→ Records excerpted from a collection:
+ + + + +
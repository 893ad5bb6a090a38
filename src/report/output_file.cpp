// Atomic output files: temporary file in the same folder, then rename.
#include "sifter/report/output_file.hpp"

#include <unistd.h>

#include <cstdio>
#include <filesystem>
#include <fstream>
#include <iostream>
#include <random>

#include "sifter/diagnostics.hpp"

namespace sifter::report {
namespace fs = std::filesystem;

void write_output(const std::string& path, const std::string& content) {
  if (path == "-") {
    std::cout << content;
    std::cout.flush();
    return;
  }
  const fs::path target(path);
  const fs::path folder = target.has_parent_path() ? target.parent_path() : fs::path(".");
  std::random_device rd;
  const fs::path temp = folder / ("." + target.filename().string() + ".tmp-" + std::to_string(::getpid()) + "-" +
                                  std::to_string(rd() % 1000000));
  {
    std::ofstream out(temp, std::ios::binary | std::ios::trunc);
    if (!out) throw OutputError("cannot write " + path + ": the folder " + folder.string() + " is not writable or does not exist");
    out << content;
    out.flush();
    if (!out) {
      out.close();
      std::error_code ec;
      fs::remove(temp, ec);
      throw OutputError("cannot write " + path + ": writing failed (disk full?)");
    }
  }
  std::error_code ec;
  fs::rename(temp, target, ec);
  if (ec) {
    fs::remove(temp, ec);
    throw OutputError("cannot write " + path + ": " + ec.message());
  }
}

void refuse_overwriting_inputs(const std::vector<std::string>& outputs, const std::vector<std::string>& inputs) {
  for (const auto& o : outputs) {
    if (o.empty() || o == "-") continue;
    std::error_code ec;
    for (const auto& i : inputs) {
      if (fs::exists(o, ec) && fs::equivalent(o, i, ec))
        throw UsageError("refusing to write " + o + ": it is an input of this run; choose another output name");
    }
  }
}

}  // namespace sifter::report
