// The overpressure screening and the preliminary verdicts, for the terminal.
#include "sifter/report/pressure_text.hpp"

#include <algorithm>
#include <cstdio>

#include "sifter/model/format.hpp"
#include "sifter/model/pressure_units.hpp"
#include "sifter/report/text_table.hpp"
#include "sifter/results/project.hpp"

namespace sifter::report {

std::string render_pressure_text(const ProjectResult& r, std::size_t width) {
  std::string out;
  if (r.pressure) {
    out += "Overpressure screening (blocked outlet, no friction credit)\n";
    // The path goes under its row when the terminal is too narrow for it.
    TextTable t({"item", "max barg", "MAWP barg", "ratio", "category", "path"},
                {false, true, true, true, false, false});
    t.set_fit({Fit::kKeep, Fit::kKeep, Fit::kKeep, Fit::kKeep, Fit::kKeep, Fit::kBelow});
    char number[32];
    auto fixed = [&](double v, const char* format) {
      std::snprintf(number, sizeof number, format, v);
      return std::string(number);
    };
    for (const auto& e : r.pressure->equipment) {
      std::string path;
      for (const auto& p : e.path) path += (path.empty() ? "" : ">") + p;
      t.add_row({e.id, fixed(e.max_pressure_barg, "%.2f"), fixed(e.mawp_barg, "%.2f"), fixed(e.ratio, "%.3f"),
                 to_string(e.category), path + (e.preliminary() ? " *" : "")});
    }
    out += t.render("  ", width);
    for (const auto& id : r.pressure->not_reached) out += "  " + id + ": no source reaches it\n";
    for (const auto& id : r.pressure->generated) out += "  generated scenario " + id + "\n";
    out += "\n";
  }
  const auto preliminary = preliminary_verdicts(r);
  if (!preliminary.empty()) {
    out += "PRELIMINARY verdicts (rest on estimates; `check --final` refuses them)\n";
    for (const auto& p : preliminary) out += fit_line("* " + p, prose_width(width), "  ", "  ");
    out += "\n";
  }
  return out;
}

}  // namespace sifter::report

namespace sifter::report {
namespace {

std::string category_text(const std::optional<std::string>& category, const std::optional<double>& p,
                          bool preliminary) {
  if (!category) return "not screened";
  return *category + " at " + format_pressure(*p) + (preliminary ? " (preliminary)" : "");
}

}  // namespace

std::string render_equipment_diff(const std::vector<EquipmentDiff>& items) {
  if (items.empty()) return "";
  std::string out = "Overpressure verdicts\n";
  for (const auto& d : items) {
    const bool moved = d.old_category != d.new_category;
    out += "  " + d.id + (moved ? " MOVED: " : ": ") +
           category_text(d.old_category, d.old_max_pressure_barg, d.old_preliminary) + " -> " +
           category_text(d.new_category, d.new_max_pressure_barg, d.new_preliminary) + "\n";
  }
  return out + "\n";
}

nlohmann::json equipment_diff_json(const std::vector<EquipmentDiff>& items) {
  nlohmann::json j = nlohmann::json::array();
  auto opt = [](const auto& v) { return v ? nlohmann::json(*v) : nlohmann::json(nullptr); };
  for (const auto& d : items)
    j.push_back({{"id", d.id},
                 {"old_category", opt(d.old_category)},
                 {"new_category", opt(d.new_category)},
                 {"old_max_pressure_barg", opt(d.old_max_pressure_barg)},
                 {"new_max_pressure_barg", opt(d.new_max_pressure_barg)},
                 {"old_preliminary", d.old_preliminary},
                 {"new_preliminary", d.new_preliminary},
                 {"moved", d.old_category != d.new_category}});
  return j;
}

}  // namespace sifter::report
+ + + + +
→ TASK REQUIREMENTS: For the data shown above, give the number of lines where the word "terminal" appears, and nothing else.

→ ANSWER TO THE EXERCISE: 2